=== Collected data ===
○ ○ ○
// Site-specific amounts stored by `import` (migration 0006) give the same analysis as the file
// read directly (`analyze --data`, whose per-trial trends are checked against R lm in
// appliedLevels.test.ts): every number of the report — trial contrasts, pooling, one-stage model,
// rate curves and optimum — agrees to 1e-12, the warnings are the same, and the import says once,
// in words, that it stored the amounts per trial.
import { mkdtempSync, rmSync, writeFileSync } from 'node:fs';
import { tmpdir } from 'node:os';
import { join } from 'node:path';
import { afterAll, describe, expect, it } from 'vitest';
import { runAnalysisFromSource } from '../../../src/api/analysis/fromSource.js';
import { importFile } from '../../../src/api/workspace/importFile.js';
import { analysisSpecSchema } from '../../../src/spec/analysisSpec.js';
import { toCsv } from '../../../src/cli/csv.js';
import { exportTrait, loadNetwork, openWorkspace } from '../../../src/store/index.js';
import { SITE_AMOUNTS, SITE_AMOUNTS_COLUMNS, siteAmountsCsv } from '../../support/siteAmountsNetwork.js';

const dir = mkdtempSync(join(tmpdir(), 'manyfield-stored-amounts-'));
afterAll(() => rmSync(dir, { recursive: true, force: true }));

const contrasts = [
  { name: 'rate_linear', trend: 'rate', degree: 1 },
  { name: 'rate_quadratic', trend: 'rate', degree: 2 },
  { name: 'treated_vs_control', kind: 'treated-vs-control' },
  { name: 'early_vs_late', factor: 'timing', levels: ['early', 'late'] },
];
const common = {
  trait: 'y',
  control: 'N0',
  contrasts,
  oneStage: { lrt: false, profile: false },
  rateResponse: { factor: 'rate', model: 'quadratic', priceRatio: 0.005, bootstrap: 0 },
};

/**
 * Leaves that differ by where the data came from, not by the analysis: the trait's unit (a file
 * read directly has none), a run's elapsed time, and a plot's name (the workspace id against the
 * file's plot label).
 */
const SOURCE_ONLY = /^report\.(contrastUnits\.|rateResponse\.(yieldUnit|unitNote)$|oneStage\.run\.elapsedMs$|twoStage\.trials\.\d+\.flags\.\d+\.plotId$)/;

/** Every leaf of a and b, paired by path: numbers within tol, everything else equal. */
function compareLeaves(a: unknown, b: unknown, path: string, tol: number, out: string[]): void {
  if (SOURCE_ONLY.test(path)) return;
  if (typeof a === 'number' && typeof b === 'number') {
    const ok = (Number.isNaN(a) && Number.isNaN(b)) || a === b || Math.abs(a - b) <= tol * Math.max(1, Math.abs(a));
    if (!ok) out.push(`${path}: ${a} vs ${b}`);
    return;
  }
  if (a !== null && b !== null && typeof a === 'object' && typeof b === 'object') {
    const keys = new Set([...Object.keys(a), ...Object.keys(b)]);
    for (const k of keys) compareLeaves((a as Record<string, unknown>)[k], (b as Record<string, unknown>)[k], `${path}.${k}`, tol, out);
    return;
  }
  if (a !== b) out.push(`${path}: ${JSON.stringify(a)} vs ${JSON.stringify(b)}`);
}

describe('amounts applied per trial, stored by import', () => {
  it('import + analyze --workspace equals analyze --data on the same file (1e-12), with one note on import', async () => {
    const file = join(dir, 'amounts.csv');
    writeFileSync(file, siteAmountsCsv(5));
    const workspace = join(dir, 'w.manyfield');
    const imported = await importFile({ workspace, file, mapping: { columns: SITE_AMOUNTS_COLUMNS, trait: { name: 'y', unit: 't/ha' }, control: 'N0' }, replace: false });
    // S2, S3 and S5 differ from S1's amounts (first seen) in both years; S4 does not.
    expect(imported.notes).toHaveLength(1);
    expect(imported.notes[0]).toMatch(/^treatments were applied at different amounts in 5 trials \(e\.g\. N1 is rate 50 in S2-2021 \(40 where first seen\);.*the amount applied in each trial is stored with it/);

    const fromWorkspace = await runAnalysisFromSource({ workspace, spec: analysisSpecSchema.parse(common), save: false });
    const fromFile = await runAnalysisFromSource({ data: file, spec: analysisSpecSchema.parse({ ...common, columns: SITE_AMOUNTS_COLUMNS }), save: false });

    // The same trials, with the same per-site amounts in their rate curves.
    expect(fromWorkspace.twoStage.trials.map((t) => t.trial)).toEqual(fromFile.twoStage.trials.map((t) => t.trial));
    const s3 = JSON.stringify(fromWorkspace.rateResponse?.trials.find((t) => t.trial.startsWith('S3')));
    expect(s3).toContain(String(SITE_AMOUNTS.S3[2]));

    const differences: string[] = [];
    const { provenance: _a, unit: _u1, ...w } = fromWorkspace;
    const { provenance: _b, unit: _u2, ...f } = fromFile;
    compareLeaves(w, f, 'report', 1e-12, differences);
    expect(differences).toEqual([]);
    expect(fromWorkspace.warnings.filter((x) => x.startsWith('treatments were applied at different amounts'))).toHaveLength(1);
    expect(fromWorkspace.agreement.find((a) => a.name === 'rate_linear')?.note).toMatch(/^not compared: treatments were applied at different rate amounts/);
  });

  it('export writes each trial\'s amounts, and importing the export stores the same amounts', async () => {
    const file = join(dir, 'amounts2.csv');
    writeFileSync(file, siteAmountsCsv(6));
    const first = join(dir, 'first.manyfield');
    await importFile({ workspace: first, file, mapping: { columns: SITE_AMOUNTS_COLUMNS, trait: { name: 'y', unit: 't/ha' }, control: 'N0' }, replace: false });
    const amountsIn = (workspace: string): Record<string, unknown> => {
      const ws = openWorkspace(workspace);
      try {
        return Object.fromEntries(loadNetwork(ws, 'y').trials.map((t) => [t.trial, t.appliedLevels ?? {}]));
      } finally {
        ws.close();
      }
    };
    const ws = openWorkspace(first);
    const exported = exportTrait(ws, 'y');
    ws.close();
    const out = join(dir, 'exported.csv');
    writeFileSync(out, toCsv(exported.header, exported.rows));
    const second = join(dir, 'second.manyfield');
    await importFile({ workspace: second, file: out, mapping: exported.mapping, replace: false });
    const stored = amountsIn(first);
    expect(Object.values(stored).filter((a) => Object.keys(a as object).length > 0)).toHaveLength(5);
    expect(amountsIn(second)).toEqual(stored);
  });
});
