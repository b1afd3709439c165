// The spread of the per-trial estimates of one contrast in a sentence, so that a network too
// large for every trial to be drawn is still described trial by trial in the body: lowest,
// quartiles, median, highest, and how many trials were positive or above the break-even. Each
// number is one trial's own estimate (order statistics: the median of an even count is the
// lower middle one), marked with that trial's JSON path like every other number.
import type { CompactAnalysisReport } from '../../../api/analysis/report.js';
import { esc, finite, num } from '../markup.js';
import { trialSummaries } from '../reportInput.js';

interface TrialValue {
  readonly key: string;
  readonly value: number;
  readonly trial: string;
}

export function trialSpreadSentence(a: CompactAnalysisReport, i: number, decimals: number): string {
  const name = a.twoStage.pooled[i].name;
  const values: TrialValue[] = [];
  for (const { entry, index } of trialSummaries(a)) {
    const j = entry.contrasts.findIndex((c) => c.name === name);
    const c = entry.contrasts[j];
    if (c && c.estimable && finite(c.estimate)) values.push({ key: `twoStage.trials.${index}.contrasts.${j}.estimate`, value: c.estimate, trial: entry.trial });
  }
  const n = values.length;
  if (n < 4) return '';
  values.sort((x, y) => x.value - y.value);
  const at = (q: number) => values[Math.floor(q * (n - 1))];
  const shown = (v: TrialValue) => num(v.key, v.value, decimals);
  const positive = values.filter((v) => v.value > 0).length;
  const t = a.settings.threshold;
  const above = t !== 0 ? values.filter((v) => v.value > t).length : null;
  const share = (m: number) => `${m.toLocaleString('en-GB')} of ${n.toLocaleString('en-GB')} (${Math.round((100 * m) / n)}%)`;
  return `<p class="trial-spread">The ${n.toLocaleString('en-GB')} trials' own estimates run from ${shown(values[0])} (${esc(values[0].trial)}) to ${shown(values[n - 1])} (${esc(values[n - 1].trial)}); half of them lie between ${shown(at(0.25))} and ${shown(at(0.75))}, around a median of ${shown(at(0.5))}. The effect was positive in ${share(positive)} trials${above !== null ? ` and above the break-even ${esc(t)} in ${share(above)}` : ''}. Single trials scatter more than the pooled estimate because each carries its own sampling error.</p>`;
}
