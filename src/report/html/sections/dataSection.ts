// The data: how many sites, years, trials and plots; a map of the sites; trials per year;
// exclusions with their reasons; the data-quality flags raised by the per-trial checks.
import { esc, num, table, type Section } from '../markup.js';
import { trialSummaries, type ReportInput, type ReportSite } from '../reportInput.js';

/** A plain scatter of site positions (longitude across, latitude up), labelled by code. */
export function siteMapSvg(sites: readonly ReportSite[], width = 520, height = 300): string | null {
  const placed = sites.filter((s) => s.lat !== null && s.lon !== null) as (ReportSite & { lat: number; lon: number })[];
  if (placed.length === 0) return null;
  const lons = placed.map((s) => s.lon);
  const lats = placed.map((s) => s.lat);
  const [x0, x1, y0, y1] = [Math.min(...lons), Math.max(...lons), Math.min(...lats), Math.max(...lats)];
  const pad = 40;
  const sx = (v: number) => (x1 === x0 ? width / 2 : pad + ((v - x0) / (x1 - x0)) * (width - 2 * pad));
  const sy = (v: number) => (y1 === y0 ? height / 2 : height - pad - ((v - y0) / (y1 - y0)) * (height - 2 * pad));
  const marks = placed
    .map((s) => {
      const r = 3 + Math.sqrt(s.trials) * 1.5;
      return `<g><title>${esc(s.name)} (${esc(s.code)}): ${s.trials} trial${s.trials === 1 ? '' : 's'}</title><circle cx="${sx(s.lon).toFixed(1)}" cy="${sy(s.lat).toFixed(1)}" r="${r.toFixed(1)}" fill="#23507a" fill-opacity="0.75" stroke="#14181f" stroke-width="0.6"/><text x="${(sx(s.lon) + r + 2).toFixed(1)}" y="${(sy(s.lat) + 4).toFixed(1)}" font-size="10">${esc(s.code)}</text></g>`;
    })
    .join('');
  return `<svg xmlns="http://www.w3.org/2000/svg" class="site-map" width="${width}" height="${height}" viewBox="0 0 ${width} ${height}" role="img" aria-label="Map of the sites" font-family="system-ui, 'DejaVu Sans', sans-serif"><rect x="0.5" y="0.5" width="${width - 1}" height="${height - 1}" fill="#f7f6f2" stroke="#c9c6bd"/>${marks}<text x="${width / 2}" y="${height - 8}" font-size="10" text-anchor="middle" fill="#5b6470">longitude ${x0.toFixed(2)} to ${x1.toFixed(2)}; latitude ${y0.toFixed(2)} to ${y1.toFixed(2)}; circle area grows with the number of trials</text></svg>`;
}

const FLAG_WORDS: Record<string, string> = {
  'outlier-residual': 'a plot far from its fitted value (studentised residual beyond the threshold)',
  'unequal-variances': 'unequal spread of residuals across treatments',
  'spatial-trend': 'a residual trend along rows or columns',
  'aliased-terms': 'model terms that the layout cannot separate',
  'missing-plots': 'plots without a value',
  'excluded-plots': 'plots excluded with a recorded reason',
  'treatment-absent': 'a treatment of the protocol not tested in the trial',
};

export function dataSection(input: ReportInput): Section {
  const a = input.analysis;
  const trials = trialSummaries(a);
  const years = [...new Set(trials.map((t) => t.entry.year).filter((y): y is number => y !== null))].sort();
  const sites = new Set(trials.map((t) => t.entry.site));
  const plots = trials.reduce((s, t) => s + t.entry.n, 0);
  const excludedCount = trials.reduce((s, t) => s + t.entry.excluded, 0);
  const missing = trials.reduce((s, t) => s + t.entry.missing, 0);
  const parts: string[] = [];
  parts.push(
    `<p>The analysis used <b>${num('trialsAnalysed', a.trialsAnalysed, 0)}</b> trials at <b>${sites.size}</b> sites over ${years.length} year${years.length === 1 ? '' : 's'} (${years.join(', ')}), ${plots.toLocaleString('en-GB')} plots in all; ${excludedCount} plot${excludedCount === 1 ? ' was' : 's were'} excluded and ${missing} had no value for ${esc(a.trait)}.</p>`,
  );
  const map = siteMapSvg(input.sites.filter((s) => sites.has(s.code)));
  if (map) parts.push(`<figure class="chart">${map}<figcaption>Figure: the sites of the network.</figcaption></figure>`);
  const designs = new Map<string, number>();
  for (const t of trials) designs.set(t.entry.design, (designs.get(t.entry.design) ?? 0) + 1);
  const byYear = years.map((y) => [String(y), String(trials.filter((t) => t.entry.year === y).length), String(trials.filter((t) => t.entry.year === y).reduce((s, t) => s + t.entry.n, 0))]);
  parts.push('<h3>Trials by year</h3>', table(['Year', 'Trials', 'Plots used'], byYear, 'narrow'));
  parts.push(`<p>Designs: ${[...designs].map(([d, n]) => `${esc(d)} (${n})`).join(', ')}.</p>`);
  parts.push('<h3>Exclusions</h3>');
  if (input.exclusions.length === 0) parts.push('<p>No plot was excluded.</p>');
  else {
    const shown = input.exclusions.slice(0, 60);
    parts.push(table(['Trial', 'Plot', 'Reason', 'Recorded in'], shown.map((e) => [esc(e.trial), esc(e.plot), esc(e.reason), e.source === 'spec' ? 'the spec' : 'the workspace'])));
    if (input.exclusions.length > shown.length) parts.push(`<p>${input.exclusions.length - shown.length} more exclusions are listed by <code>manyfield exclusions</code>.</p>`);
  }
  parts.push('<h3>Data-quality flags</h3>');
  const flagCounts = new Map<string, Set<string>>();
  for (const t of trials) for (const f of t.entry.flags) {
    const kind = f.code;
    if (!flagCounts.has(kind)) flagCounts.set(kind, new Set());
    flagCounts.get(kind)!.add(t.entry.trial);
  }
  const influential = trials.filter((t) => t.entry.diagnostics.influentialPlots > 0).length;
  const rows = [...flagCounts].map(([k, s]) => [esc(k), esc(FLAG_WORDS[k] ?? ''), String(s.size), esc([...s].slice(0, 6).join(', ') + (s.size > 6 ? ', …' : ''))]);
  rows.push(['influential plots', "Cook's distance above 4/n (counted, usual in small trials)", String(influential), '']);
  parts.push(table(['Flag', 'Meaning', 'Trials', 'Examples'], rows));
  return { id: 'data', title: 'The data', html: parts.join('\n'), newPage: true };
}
○ ○ ○
=== What the exercise asks ===
The required answer is the run of lines above, starting at the line with "expect(fromWorkspace.agreement.find((a) => a.name" and ending at the line with "const out = join(dir, 'exported.csv');", reproduced exactly with both ends.

=== Answer to the exercise ===
    expect(fromWorkspace.agreement.find((a) => a.name === 'rate_linear')?.note).toMatch(/^not compared: treatments were applied at different rate amounts/);
  });

  it('export writes each trial\'s amounts, and importing the export stores the same amounts', async () => {
    const file = join(dir, 'amounts2.csv');
    writeFileSync(file, siteAmountsCsv(6));
    const first = join(dir, 'first.manyfield');
    await importFile({ workspace: first, file, mapping: { columns: SITE_AMOUNTS_COLUMNS, trait: { name: 'y', unit: 't/ha' }, control: 'N0' }, replace: false });
    const amountsIn = (workspace: string): Record<string, unknown> => {
      const ws = openWorkspace(workspace);
      try {
        return Object.fromEntries(loadNetwork(ws, 'y').trials.map((t) => [t.trial, t.appliedLevels ?? {}]));
      } finally {
        ws.close();
      }
    };
    const ws = openWorkspace(first);
    const exported = exportTrait(ws, 'y');
    ws.close();
    const out = join(dir, 'exported.csv');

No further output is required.